Site 3 CoLaboratory and the Treehouse Group worked very hard bringing Maker Faire to Toronto. Although this was officially a "mini" Maker Faire, the phrase heard most often from those in attendance was "I don't see how this is mini".
This was the first time presenting "Take a Picture" to the maker community, and I was anxious to see how they would respond to it. Would they see the connections to museum and pop culture? Would they agree with the criticism we were making? Or would they ignore all the BS and just focus on the really cool thing we had made?
This show will forever have a warm place in my heart: this was the first time I had ever received advanced approval for a show application. Brad and I worked really hard to put together what we felt was a very strong submission. Usually this is followed by a month of waiting to see if we got in or not. Not this time. I had a message sitting in my inbox the very next day, "you know you're in, right?"

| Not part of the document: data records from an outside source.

#: Order of the local polynomials. With a window symmetric about its centre, the slope
#: at the centre of the fitted quadratic equals the fitted line's (Savitzky & Golay
#: 1964: the first-derivative weights of orders 1 and 2 agree). [-]
POLYORDER = 2
#: Noise aimed at in a derived speed: about what a GNSS receiver's Doppler speed shows
#: (0.05-0.1 m/s is the usual data-sheet figure; from memory [M]). [m/s]
SPEED_NOISE_TARGET_M_S = 0.1
#: Noise aimed at in a derived a_x, before the envelope's 3 Hz low-pass: about what an
#: automotive MEMS accelerometer of 0.03 g white noise leaves at 20-50 Hz after it
#: (common practice, no published source). [m/s²]
ACCEL_NOISE_TARGET_M_S2 = 0.1
#: Longest window: a braking zone's onset (a few tenths of a second in the log) is spread
#: over the window, so the peak deceleration of a short braking zone is shaved; 1.5 s is
#: under half of a typical 3-5 s braking zone (common practice, no published source). [s]
MAX_WINDOW_S = 1.5
#: How far from the truth the ideal lap may come out with a_y derived from the GPS line,
#: as the warning says it, by the fixes' rate: (lowest rate [Hz], speed logged [% fast],
#: speed from the fixes [% fast or slow], the a_y noise not read [% fast]). The a_y of a
#: GPS-only line carries the fixes' error through the line's smoothing (6 % of a_y on a
#: circle at 10 Hz, 0.1 m noise); its noise, read from the laps (:func:`lateral_noise`),
#: is taken out of the envelope as a sensor's is. Measured on generated sessions, rows at
#: the GNSS rate (tests/test_gps_only.py's form; seeds 1-8 with speed, 1-6 without):
#: 5-25 Hz -0.88 to +0.16 % with speed (benchmarks/gps_only.py, cut from 100 Hz logs,
#: the same), -0.58 to +1.34 % without (its a_x, from a speed itself smoothed over
#: 1.5 s, shaves the braking limit); 2 Hz -1.39 to +0.12 % and -0.38 to +1.13 %; 1 Hz
#: -3.11 to -0.56 % and -1.46 to +2.29 % (fixes a second apart round the line's corners:
#: the true car on that line alone is up to 3 % fast). With the noise not read (a single
#: lap, or laps not alike), as before it was read: up to 1.3 % fast at 10-25 Hz, 1.55 %
#: at 2 Hz, 1.1 % at 1 Hz. [Hz], [%]
IDEAL_OFF_PERCENT = ((5.0, 1.0, 1.5, 1.5), (2.0, 1.5, 1.5, 2.0), (0.0, 3.5, 2.5, 3.5))
#: Samples further apart than this many of their own intervals break a stretch (the
#: filter never reaches across a dropout). [-]
GAP_INTERVALS = 2.5
#: White noise assumed when a channel has too few samples to measure it: the speed's
#: (:data:`SPEED_NOISE_TARGET_M_S`) and a fix's (a GNSS position's sample-to-sample
#: scatter, common practice, no published source). [m/s], [m]
DEFAULT_SPEED_NOISE_M_S = SPEED_NOISE_TARGET_M_S
DEFAULT_FIX_NOISE_M = 0.15


@dataclass(frozen=True, eq=False)
class Derivative:
    """A channel's time derivative on the log's rows, and how it was smoothed.

    Attributes
    ----------
    values : numpy.ndarray
        The derivative at every row inside a stretch of the channel's samples; NaN
        outside (before the first, after the last, across a gap). [unit/s]
    window_s : float
        Span of the Savitzky-Golay window. [s]
    window : int
        The same in samples (odd). [-]
    interval_s : float
        The channel's own sample interval. [s]
    source_noise : float
        White noise of one sample of the channel (measured, or the default). [unit]
    noise : float
        Standard deviation of that noise in the derivative. [unit/s]
    kernel : numpy.ndarray
        The derivative's weights on the samples, centred (for the noise of a derivative
        of this derivative). [1/s]
    """

    values: np.ndarray
    window_s: float
    window: int
    interval_s: float
    source_noise: float
    noise: float
    kernel: np.ndarray


def savgol_kernel(window: int, interval_s: float) -> np.ndarray:
    """Weights of the Savitzky-Golay first derivative at the window's centre. [1/s].

    Applied as a correlation: ``sum(kernel * samples)`` over a window centred on the
    sample is the slope there (:func:`scipy.signal.savgol_coeffs`, ``use="dot"``).
    """
    return signal.savgol_coeffs(window, POLYORDER, deriv=1, delta=interval_s, use="dot")


def savgol_window(
    sigma, interval_s: float, target: float, before=None, max_s: float = MAX_WINDOW_S
) -> int:
    """The shortest odd window whose derivative leaves white noise ``sigma`` at ``target`` or less. [-].

    ``before`` is a filter the noise went through first (weights on the same samples),
    whose convolution with the derivative sets the noise; at least ``POLYORDER + 1``
    samples, at most ``max_s`` (when even that is not enough, the longest).
    """
    shortest = (POLYORDER + 1) | 1  # odd, longer than the polynomial's order
    longest = max(shortest, int(max_s / interval_s) // 2 * 2 + 1)
    for n in range(shortest, longest + 1, 2):
        h = savgol_kernel(n, interval_s)
        if before is not None:
            h = np.convolve(h, before)
        if sigma * math.sqrt(float(np.dot(h, h))) <= target:
            return n
    return longest


def _stretches(t_k, interval_s):
    """Start and end (exclusive) of the runs of samples no more than GAP_INTERVALS apart."""
    breaks = np.flatnonzero(np.diff(t_k) > GAP_INTERVALS * interval_s) + 1
    starts = np.concatenate(([0], breaks))
    ends = np.concatenate((breaks, [t_k.shape[0]]))
    return starts, ends


def derivative(time_s, values, target, *, sigma=None, default_sigma, before=None) -> Derivative:
    """The Savitzky-Golay derivative of a channel, window chosen from its noise, on the rows.

    Parameters
    ----------
    time_s : array-like
        Time of each row. [s]
    values : array-like
        The channel per row; blanks (NaN) between its own samples. [unit]
    target : float
        Noise wanted in the derivative. [unit/s]
    sigma : float, optional
        White noise of one sample; measured from the samples' second differences
        (:func:`limitlap.noise.difference_noise`: a constant slope leaves none) when not
        given. [unit]
    default_sigma : float
        Used when the samples are too few to measure it. [unit]
    before : numpy.ndarray, optional
        A filter the samples' noise went through already (see :func:`savgol_window`). [-]

    Returns
    -------
    Derivative

    Notes
    -----
    Each stretch of samples (broken where they are more than :data:`GAP_INTERVALS`
    intervals apart) is put on a uniform grid at the samples' median interval (linear
    interpolation; the samples themselves when they are uniform), filtered there
    (:func:`scipy.signal.savgol_filter`, the ends by the polynomial fitted to the first
    and last windows) and read back at every row inside the stretch. A stretch shorter
    than the window stays NaN.
    """
    t = np.asarray(time_s, dtype=np.float64)
    v = np.asarray(values, dtype=np.float64)
    own = np.flatnonzero(np.isfinite(v))
    out = np.full(t.shape, np.nan)
    dt = noise.own_interval(t, v)
    if not math.isfinite(dt) or dt <= 0.0:
        return Derivative(out, math.nan, 0, math.nan, math.nan, math.nan, np.zeros(0))
    if sigma is None:
        sigma = noise.difference_noise(v[own], order=2)
    if not math.isfinite(sigma):
        sigma = default_sigma
    n = savgol_window(sigma, dt, target, before)
    h = savgol_kernel(n, dt)
    both = h if before is None else np.convolve(h, before)
    t_k, v_k = t[own], v[own]
    for a, b in zip(*_stretches(t_k, dt), strict=True):
        if b - a < n:
            continue
        m = round((t_k[b - 1] - t_k[a]) / dt) + 1
        grid = t_k[a] + dt * np.arange(m)
        on_grid = np.interp(grid, t_k[a:b], v_k[a:b])
        d = signal.savgol_filter(on_grid, n, POLYORDER, deriv=1, delta=dt, mode="interp")
        rows = slice(*np.searchsorted(t, [t_k[a], t_k[b - 1]], side="left"))
        rows = slice(rows.start, rows.stop + 1)
        out[rows] = np.interp(t[rows], grid, d)
    noise_out = sigma * math.sqrt(float(np.dot(both, both)))
    return Derivative(out, n * dt, n, dt, float(sigma), noise_out, h)


@dataclass(frozen=True, eq=False)
class SpeedFromFixes:
    """Speed derived from the GPS fixes (:func:`speed_from_fixes`).

    Attributes
    ----------
    speed_m_s : numpy.ndarray
        Per row; NaN outside the stretches of fixes. [m/s]
    window_s : float
        Span of the Savitzky-Golay window on the fixes. [s]
    window : int
        The same in fixes (a stretch of fixes shorter than this gives no speed). [-]
    fix_noise_m : float
        White noise of one fix per axis (measured, or the default). [m]
    noise_m_s : float
        Standard deviation of that noise in the speed. [m/s]
    kernel : numpy.ndarray
        The speed's weights on the fixes (for the noise of its derivative). [1/s]
    """

    speed_m_s: np.ndarray
    window_s: float
    window: int
    fix_noise_m: float
    noise_m_s: float
    kernel: np.ndarray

The night was capped off with a series of Lightning Talks, which were put together by Alex Leitch. Brad and I had been "voluntold" to give a Lightning Talk several months earlier, so we gave our presentation on "Take a Picture" to the Maker Faire audience. Marc Reeve-Newson was nice enough to hold my camera for me while I took the stage and record the talk, which is posted at the bottom of this page, along with some other videos from the event.
Things rarely go as smoothly as I would like during a show set-up, especially when the venue is not a fine art gallery. After setting up my display for Toronto's Mini Maker Faire on the Friday night before the opening, I realized that I had too much competing light, and the piece was being washed out. When I got home, I built a quick shade for my paintings out of boxes found on the street.
Our 5-minute lightning talk. Brad and I actually wrapped up and were done by four-and-a-half minutes. Starting with the line "...I could have done that...", we focused on the importance of simplicity in an idea and execution, and how complexity or inaccessibility aren't necessarily virtues. "You could have done this, anyone one could have, but you didn't. We did." This is followed with a technical description of how the project works, and how the invisible paintings were built.